Pre-sequences of matrix orthogonal polynomials

TL;DR

This paper introduces pre-sequences of matrix orthogonal polynomials, establishing a construction method from spherical functions and demonstrating their relation to matrix orthogonal polynomials via a specific transformation.

Contribution

It defines the concept of pre-sequences of matrix orthogonal polynomials and shows how to construct them from spherical functions associated with symmetric pairs.

Findings

Pre-sequences satisfy a three-term recursion relation.

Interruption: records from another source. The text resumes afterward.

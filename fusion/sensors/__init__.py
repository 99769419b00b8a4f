"""Sensor models: each turns one reading into evidence usable by both back ends (see ``base``)."""
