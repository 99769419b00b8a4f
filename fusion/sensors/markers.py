"""Detections of known markers: identity, range and bearing, with missed, false and confused detections.

A detection of marker k at range r and bearing b (relative to the robot's heading)
has density

    p(z | x) = (1 − f) · [(1 − c) · g_k(x) + c · mean_{j ≠ k} g_j(x)] + f · u

where g_j(x) = p_detect · v_j(x) · N(r; r_j(x), σ_r) · N(b; b_j(x), σ_b) is the density
of seeing marker j from pose x (v_j = 1 when j is within range and field of view),
f the share of detections that are false (reflections, look-alike prints), c the
chance the identity is read wrongly, and u = 1 / (max range · field of view) the
density of a false detection.  A *miss* (the camera looked and saw nothing) has
probability Π_j (1 − p_detect · v_j(x)) of being right where markers should be
visible; with false detections possible, (1 − f)·that + f.
"""

from __future__ import annotations

import math
from dataclasses import dataclass

import numpy as np

from fusion.errors import ObservationError, SiteError
from fusion.grid import PoseGrid
from fusion.sensors.base import Evidence, check_positive, check_probability, check_reliability
from fusion.site import SiteMap

__all__ = ["MarkerParams", "MarkerSighting", "MarkerMiss", "MarkerSensor"]


@dataclass(frozen=True)
class MarkerParams:
    max_range_m: float = 6.0
    fov_deg: float = 120.0
    p_detect: float = 0.9
    false_rate: float = 0.05
    confusion: float = 0.02
    sigma_range_m: float = 0.15
    sigma_bearing_deg: float = 3.0
    reliability: float = 0.9
    levels: int = 4


@dataclass(frozen=True)
class MarkerSighting:
    marker_id: str
    range_m: float
    bearing_deg: float


@dataclass(frozen=True)
class MarkerMiss:
    """The camera looked and saw no marker."""


class MarkerSensor:
    def __init__(self, name: str, site: SiteMap, grid: PoseGrid, params: MarkerParams = MarkerParams()):
        self.name, self.site, self.grid, self.params = name, site, grid, params
        p = params
        for f in ("max_range_m", "fov_deg", "sigma_range_m", "sigma_bearing_deg"):
            check_positive(getattr(p, f), name, f)
        for f in ("p_detect", "false_rate", "confusion"):
            check_probability(getattr(p, f), name, f)
        check_reliability(p.reliability, name)
        if not site.markers:
            raise SiteError(f"sensor {name!r} detects markers, but site {site.name!r} has none on its map")
        xs, ys = np.meshgrid(grid.x_centres(), grid.y_centres())
        mx = np.array([m.x for m in site.markers])[:, None, None]
        my = np.array([m.y for m in site.markers])[:, None, None]
        self._range = np.hypot(mx - xs, my - ys)  # (markers, ny, nx)
        self._direction = np.arctan2(my - ys, mx - xs)  # world bearing to each marker
        self._index = {m.marker_id: i for i, m in enumerate(site.markers)}

    def _relative_bearing(self, j: int) -> np.ndarray:
        """Bearing of marker j from each pose, relative to the heading: (headings, ny, nx), in (−π, π]."""
        theta = self.grid.heading_centres()[:, None, None]
        return np.angle(np.exp(1j * (self._direction[j][None] - theta)))

    def _visible(self, j: int, rel: np.ndarray) -> np.ndarray:
        half = math.radians(self.params.fov_deg) / 2
        return (self._range[j][None] <= self.params.max_range_m) & (np.abs(rel) <= half)

    def _seeing(self, j: int, r: float, b: float) -> np.ndarray:
        p = self.params
        rel = self._relative_bearing(j)
        sb = math.radians(p.sigma_bearing_deg)
        db = np.angle(np.exp(1j * (b - rel)))
        g = np.exp(-0.5 * ((r - self._range[j][None]) / p.sigma_range_m) ** 2 - 0.5 * (db / sb) ** 2)
        g /= 2 * math.pi * p.sigma_range_m * sb
        return p.p_detect * self._visible(j, rel) * g

    def likelihood(self, reading) -> np.ndarray:
        p = self.params
        if isinstance(reading, MarkerMiss):
            unseen = np.ones(self.grid.shape)
            for j in range(len(self.site.markers)):
                unseen *= 1 - p.p_detect * self._visible(j, self._relative_bearing(j))
            return (1 - p.false_rate) * unseen + p.false_rate
        if not isinstance(reading, MarkerSighting):
            raise ObservationError(f"sensor {self.name!r}: expected a marker sighting or miss, got {reading!r}")
        if reading.marker_id not in self._index:
            known = ", ".join(self._index)
            raise ObservationError(
                f"sensor {self.name!r}: marker {reading.marker_id!r} is not on the map of site "
                f"{self.site.name!r} (known: {known}); is the log from another site?"
            )
        r, b = float(reading.range_m), math.radians(float(reading.bearing_deg))
        if not (math.isfinite(r) and math.isfinite(b)) or r < 0:
            raise ObservationError(
                f"sensor {self.name!r}: sighting of {reading.marker_id!r} needs a finite range ≥ 0 m and a finite "
                f"bearing, got range {reading.range_m!r}, bearing {reading.bearing_deg!r}"
            )
        k = self._index[reading.marker_id]
        dens = (1 - p.confusion) * self._seeing(k, r, b)
        others = [j for j in range(len(self.site.markers)) if j != k]
        if others and p.confusion > 0:
            dens += p.confusion / len(others) * sum(self._seeing(j, r, b) for j in others)
        uniform = 1.0 / (p.max_range_m * math.radians(p.fov_deg))
        return (1 - p.false_rate) * dens + p.false_rate * uniform

    def encode(self, reading) -> Evidence:
        lik = self.likelihood(reading).reshape(-1)
        top = lik.max()
        contour = lik / top if top > 0 else np.zeros_like(lik)
        return Evidence(self.name, contour, self.params.reliability, self.params.levels)
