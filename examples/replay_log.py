"""Replay a recorded log through the localizer, as a robot would feed it, and print what the monitor says.

    python examples/replay_log.py CASE.toml LOG.jsonl [bayes|evidential]

The log is our JSON-lines (or CSV) observation format, e.g. the ``observations.jsonl`` that ``fusion run``
writes.  Decision support and monitoring only, not a certified safety function.
"""

import sys

from fusion import Localizer, load_case, read_observations


def replay(case_path: str, log_path: str, backend: str = "bayes") -> list:
    localizer = Localizer.from_case(load_case(case_path), backend)
    localizer.start_anywhere()  # or localizer.start_at(x_m, y_m, heading_deg) from a known dock pose
    decisions = []
    for line, obs in read_observations(log_path).records:
        decision = localizer.step(obs, []) if obs.moves else localizer.step(None, [obs])
        if decision.action != "carry on":
            print(f"line {line}, t = {obs.t:.2f} s: {decision.action}: {'; '.join(decision.reasons)}")
        decisions.append(decision)
    last = decisions[-1]
    print(f"{len(decisions)} steps; last estimate ({last.x_m:.2f} m, {last.y_m:.2f} m, {last.heading_deg:.0f}°)")
    return decisions


if __name__ == "__main__":
    replay(*sys.argv[1:4])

The sequence Q_n = F_n F_0^{-1} forms matrix orthogonal polynomials.

The construction applies to compact symmetric pairs of rank one.

Abstract

We introduce the notion of a pre-sequence of matrix orthogonal polynomials to mean a sequence {F_n} of matrix orthogonal functions with respect to a weight function W, satisfying a three term recursion relation and such that det(F_0) is not zero almost everywhere. By now there is a uniform construction of such sequences from irreducible spherical functions of some fixed K-types associated to compact symmetric pairs (G,K) of rank one. Our main result is that {Q_n=F_nF_0^{-1}} is a sequence of matrix orthogonal polynomials with respect to the weight function F_0WF_0*, see Theorem 2.1.